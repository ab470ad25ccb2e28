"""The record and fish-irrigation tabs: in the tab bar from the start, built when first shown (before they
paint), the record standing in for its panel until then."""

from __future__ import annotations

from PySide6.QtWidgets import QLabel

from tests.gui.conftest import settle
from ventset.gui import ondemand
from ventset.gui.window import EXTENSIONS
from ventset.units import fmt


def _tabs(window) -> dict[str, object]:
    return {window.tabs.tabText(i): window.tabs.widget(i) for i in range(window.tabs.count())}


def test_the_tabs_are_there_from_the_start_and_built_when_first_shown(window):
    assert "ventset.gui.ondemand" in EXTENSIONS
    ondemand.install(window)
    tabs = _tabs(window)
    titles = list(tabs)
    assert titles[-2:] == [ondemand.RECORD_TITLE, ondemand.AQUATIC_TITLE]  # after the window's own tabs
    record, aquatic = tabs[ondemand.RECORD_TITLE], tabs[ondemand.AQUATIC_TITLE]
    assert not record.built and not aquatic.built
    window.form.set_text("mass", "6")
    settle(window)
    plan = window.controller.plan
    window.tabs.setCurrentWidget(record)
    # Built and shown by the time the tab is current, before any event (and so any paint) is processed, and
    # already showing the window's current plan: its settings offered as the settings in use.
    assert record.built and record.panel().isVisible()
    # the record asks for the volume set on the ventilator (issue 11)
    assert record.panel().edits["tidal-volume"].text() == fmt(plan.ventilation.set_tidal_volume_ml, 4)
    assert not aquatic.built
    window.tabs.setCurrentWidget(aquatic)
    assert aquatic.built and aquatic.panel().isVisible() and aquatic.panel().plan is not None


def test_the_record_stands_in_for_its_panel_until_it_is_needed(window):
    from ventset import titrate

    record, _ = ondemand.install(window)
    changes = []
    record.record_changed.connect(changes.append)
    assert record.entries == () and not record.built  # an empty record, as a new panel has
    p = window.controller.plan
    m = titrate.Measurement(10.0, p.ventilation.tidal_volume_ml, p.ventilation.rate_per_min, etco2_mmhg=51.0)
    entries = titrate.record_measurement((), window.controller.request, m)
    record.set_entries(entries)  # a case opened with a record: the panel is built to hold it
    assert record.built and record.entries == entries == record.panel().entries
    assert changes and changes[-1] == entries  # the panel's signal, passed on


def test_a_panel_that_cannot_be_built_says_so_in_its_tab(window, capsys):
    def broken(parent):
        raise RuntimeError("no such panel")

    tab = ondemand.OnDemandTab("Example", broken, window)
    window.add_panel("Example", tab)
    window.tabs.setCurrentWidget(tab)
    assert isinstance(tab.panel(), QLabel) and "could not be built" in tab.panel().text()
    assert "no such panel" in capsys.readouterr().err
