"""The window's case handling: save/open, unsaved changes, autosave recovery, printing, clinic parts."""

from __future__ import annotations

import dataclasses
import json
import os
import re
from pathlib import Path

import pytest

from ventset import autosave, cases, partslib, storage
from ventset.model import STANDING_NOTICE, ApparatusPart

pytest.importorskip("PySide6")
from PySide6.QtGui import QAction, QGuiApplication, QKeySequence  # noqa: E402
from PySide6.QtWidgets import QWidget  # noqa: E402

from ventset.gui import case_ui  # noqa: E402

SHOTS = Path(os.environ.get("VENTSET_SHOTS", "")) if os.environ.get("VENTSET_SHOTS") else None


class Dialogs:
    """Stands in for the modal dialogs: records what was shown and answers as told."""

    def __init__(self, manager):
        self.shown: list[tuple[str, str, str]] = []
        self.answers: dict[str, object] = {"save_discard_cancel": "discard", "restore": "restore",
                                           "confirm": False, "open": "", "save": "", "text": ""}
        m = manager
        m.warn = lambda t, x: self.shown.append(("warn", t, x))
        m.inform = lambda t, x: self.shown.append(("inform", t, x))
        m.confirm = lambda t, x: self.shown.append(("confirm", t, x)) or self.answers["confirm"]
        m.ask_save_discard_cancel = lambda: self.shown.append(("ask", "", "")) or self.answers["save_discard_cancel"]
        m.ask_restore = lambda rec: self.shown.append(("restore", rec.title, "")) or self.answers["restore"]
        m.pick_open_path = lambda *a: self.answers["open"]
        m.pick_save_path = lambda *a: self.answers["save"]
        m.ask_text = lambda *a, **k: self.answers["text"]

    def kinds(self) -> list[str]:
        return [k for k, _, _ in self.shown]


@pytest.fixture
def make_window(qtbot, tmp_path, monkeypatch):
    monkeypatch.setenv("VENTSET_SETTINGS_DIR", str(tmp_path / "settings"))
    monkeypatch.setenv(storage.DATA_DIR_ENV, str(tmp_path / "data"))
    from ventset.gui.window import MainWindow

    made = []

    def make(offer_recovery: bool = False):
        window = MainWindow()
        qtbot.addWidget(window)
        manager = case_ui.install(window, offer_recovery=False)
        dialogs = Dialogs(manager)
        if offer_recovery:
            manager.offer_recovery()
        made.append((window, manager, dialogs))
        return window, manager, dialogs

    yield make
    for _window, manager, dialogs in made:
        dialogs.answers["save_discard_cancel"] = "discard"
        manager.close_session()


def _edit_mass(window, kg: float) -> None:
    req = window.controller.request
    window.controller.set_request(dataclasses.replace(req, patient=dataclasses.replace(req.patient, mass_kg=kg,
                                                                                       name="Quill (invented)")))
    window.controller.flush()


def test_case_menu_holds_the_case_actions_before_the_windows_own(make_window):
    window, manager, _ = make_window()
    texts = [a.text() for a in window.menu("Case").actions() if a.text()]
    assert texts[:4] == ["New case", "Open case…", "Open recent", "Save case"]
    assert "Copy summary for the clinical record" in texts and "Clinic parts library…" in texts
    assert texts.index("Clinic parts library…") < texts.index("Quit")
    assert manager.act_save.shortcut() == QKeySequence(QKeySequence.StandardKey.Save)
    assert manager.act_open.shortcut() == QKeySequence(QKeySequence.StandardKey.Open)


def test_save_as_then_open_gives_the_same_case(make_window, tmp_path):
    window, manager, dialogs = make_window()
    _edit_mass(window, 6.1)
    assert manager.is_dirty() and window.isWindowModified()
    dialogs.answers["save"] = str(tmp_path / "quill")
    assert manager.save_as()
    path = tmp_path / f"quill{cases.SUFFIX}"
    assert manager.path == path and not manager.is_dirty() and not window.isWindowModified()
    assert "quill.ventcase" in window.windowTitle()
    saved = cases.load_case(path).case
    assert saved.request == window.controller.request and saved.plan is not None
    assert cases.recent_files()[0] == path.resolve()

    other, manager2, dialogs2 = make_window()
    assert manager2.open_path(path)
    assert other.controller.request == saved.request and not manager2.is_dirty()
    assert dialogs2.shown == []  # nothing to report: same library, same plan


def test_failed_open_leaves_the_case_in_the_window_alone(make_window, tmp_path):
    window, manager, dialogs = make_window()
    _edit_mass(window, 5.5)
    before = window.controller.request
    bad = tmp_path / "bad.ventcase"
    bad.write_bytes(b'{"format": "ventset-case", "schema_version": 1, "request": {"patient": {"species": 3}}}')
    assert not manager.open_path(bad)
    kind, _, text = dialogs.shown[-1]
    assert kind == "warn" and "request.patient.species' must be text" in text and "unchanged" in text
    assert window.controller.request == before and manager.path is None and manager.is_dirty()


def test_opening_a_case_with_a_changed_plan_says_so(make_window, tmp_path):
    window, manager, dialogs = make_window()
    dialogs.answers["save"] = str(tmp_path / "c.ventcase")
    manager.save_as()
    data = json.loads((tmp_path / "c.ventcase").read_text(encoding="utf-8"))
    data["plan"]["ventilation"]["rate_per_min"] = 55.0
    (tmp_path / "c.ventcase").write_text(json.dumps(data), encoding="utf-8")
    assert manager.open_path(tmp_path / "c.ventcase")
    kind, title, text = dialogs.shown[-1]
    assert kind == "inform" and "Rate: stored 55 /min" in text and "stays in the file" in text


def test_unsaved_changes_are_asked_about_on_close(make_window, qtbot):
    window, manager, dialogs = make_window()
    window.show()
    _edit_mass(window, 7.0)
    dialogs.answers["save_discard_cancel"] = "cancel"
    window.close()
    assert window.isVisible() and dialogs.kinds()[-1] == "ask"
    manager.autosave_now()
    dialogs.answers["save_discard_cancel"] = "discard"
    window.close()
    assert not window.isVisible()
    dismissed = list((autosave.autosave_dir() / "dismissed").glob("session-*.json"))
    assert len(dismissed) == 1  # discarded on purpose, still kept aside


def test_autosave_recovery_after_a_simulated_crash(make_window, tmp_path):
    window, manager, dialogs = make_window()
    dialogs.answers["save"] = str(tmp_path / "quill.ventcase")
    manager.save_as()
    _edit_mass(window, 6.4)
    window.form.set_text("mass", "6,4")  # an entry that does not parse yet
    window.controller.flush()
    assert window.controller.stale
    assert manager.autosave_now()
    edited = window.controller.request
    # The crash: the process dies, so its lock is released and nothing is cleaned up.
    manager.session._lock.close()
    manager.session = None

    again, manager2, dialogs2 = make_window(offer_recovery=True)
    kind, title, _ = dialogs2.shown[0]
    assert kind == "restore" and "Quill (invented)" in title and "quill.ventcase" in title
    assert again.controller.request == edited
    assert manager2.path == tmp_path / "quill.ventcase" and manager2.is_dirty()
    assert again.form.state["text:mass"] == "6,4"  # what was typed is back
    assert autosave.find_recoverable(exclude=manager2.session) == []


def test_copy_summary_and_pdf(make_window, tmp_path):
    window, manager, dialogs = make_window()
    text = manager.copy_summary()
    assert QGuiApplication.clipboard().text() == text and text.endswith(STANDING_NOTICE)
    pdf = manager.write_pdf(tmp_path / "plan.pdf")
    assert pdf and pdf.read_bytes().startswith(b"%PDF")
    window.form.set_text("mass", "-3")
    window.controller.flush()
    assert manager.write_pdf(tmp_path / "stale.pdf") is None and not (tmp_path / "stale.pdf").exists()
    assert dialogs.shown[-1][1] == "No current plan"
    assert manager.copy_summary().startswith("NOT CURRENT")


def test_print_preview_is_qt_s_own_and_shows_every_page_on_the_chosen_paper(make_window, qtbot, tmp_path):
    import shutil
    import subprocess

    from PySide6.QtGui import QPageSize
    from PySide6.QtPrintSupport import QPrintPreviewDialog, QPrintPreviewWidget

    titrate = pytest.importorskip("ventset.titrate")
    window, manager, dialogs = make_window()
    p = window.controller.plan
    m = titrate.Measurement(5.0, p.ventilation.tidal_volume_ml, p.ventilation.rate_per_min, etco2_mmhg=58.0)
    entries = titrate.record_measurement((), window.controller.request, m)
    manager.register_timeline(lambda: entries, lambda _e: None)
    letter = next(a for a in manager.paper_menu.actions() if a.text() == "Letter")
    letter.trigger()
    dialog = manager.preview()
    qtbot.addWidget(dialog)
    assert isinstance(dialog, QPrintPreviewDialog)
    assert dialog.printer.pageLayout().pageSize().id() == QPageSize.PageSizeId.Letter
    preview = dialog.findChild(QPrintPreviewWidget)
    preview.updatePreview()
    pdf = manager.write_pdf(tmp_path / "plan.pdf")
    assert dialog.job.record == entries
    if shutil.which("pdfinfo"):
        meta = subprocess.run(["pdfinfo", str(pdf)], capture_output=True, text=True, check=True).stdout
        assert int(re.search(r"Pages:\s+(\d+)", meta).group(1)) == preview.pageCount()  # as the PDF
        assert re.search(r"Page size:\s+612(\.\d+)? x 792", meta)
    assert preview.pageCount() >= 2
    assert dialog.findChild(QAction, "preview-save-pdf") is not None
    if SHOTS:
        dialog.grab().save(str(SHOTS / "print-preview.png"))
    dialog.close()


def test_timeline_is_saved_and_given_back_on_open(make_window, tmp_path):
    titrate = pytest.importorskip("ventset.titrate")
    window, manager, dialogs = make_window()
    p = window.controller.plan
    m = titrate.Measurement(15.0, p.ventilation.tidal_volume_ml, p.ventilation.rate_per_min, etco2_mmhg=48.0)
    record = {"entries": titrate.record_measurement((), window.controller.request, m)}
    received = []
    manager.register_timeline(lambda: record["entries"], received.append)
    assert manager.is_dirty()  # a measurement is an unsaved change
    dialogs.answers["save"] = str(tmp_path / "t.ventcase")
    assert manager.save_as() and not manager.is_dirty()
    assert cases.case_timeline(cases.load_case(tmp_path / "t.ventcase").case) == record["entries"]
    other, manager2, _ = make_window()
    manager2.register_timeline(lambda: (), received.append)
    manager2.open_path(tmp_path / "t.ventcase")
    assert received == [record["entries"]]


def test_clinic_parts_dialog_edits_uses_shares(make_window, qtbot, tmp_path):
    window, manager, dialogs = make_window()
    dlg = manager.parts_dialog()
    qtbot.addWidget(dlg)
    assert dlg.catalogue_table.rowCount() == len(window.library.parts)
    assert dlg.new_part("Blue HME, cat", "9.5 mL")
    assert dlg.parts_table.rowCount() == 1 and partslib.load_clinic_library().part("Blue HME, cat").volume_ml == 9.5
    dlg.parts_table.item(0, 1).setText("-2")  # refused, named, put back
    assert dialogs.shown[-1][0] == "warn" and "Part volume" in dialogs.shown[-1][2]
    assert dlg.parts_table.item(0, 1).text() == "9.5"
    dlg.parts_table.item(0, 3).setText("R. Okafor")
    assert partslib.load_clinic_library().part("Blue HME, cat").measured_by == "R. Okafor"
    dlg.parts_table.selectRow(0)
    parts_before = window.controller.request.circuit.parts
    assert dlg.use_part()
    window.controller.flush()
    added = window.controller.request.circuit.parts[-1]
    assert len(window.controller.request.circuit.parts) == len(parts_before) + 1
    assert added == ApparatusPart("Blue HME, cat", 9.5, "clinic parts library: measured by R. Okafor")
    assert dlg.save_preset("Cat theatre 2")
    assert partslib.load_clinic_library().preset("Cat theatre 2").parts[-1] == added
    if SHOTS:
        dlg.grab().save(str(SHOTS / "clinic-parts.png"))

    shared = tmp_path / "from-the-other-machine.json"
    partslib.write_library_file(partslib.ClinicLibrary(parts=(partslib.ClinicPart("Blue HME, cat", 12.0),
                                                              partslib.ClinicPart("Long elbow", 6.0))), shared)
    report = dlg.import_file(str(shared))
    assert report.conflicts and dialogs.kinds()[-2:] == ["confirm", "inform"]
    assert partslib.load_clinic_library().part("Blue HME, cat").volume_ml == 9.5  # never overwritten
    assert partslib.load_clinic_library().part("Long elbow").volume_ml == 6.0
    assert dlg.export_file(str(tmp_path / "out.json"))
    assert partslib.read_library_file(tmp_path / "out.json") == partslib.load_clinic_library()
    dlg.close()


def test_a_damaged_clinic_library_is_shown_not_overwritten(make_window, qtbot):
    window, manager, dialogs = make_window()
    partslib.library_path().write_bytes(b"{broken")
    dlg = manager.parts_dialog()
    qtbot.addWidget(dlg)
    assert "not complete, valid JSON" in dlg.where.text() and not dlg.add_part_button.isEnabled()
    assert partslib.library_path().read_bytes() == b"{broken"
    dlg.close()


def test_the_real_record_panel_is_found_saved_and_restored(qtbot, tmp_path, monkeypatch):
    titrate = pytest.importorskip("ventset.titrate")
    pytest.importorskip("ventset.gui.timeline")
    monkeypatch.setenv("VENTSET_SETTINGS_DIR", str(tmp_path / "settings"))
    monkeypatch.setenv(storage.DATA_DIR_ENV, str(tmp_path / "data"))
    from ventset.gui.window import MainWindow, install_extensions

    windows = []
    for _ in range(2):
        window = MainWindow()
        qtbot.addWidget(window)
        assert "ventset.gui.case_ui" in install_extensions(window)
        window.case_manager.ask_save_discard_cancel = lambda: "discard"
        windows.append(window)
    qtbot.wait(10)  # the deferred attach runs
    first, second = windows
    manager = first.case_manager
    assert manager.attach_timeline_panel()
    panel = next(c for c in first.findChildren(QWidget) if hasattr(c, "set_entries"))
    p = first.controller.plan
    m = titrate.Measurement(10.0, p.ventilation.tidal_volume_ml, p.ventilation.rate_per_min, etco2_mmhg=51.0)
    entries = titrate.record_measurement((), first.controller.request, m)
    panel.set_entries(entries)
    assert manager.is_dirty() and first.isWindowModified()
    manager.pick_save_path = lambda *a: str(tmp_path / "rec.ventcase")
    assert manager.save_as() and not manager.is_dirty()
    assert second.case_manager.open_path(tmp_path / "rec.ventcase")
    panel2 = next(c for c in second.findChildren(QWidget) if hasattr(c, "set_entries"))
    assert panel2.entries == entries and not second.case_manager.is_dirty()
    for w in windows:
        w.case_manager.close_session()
----------------
Your task is to restate, word for word, only those lines above that fall between the line holding "def make(offer_recovery: bool" and the line holding "window, manager, _ = make_window()", inclusive.

    def make(offer_recovery: bool = False):
        window = MainWindow()
        qtbot.addWidget(window)
        manager = case_ui.install(window, offer_recovery=False)
        dialogs = Dialogs(manager)
        if offer_recovery:
            manager.offer_recovery()
        made.append((window, manager, dialogs))
        return window, manager, dialogs

    yield make
    for _window, manager, dialogs in made:
        dialogs.answers["save_discard_cancel"] = "discard"
        manager.close_session()


def _edit_mass(window, kg: float) -> None:
    req = window.controller.request
    window.controller.set_request(dataclasses.replace(req, patient=dataclasses.replace(req.patient, mass_kg=kg,
                                                                                       name="Quill (invented)")))
    window.controller.flush()


def test_case_menu_holds_the_case_actions_before_the_windows_own(make_window):
    window, manager, _ = make_window()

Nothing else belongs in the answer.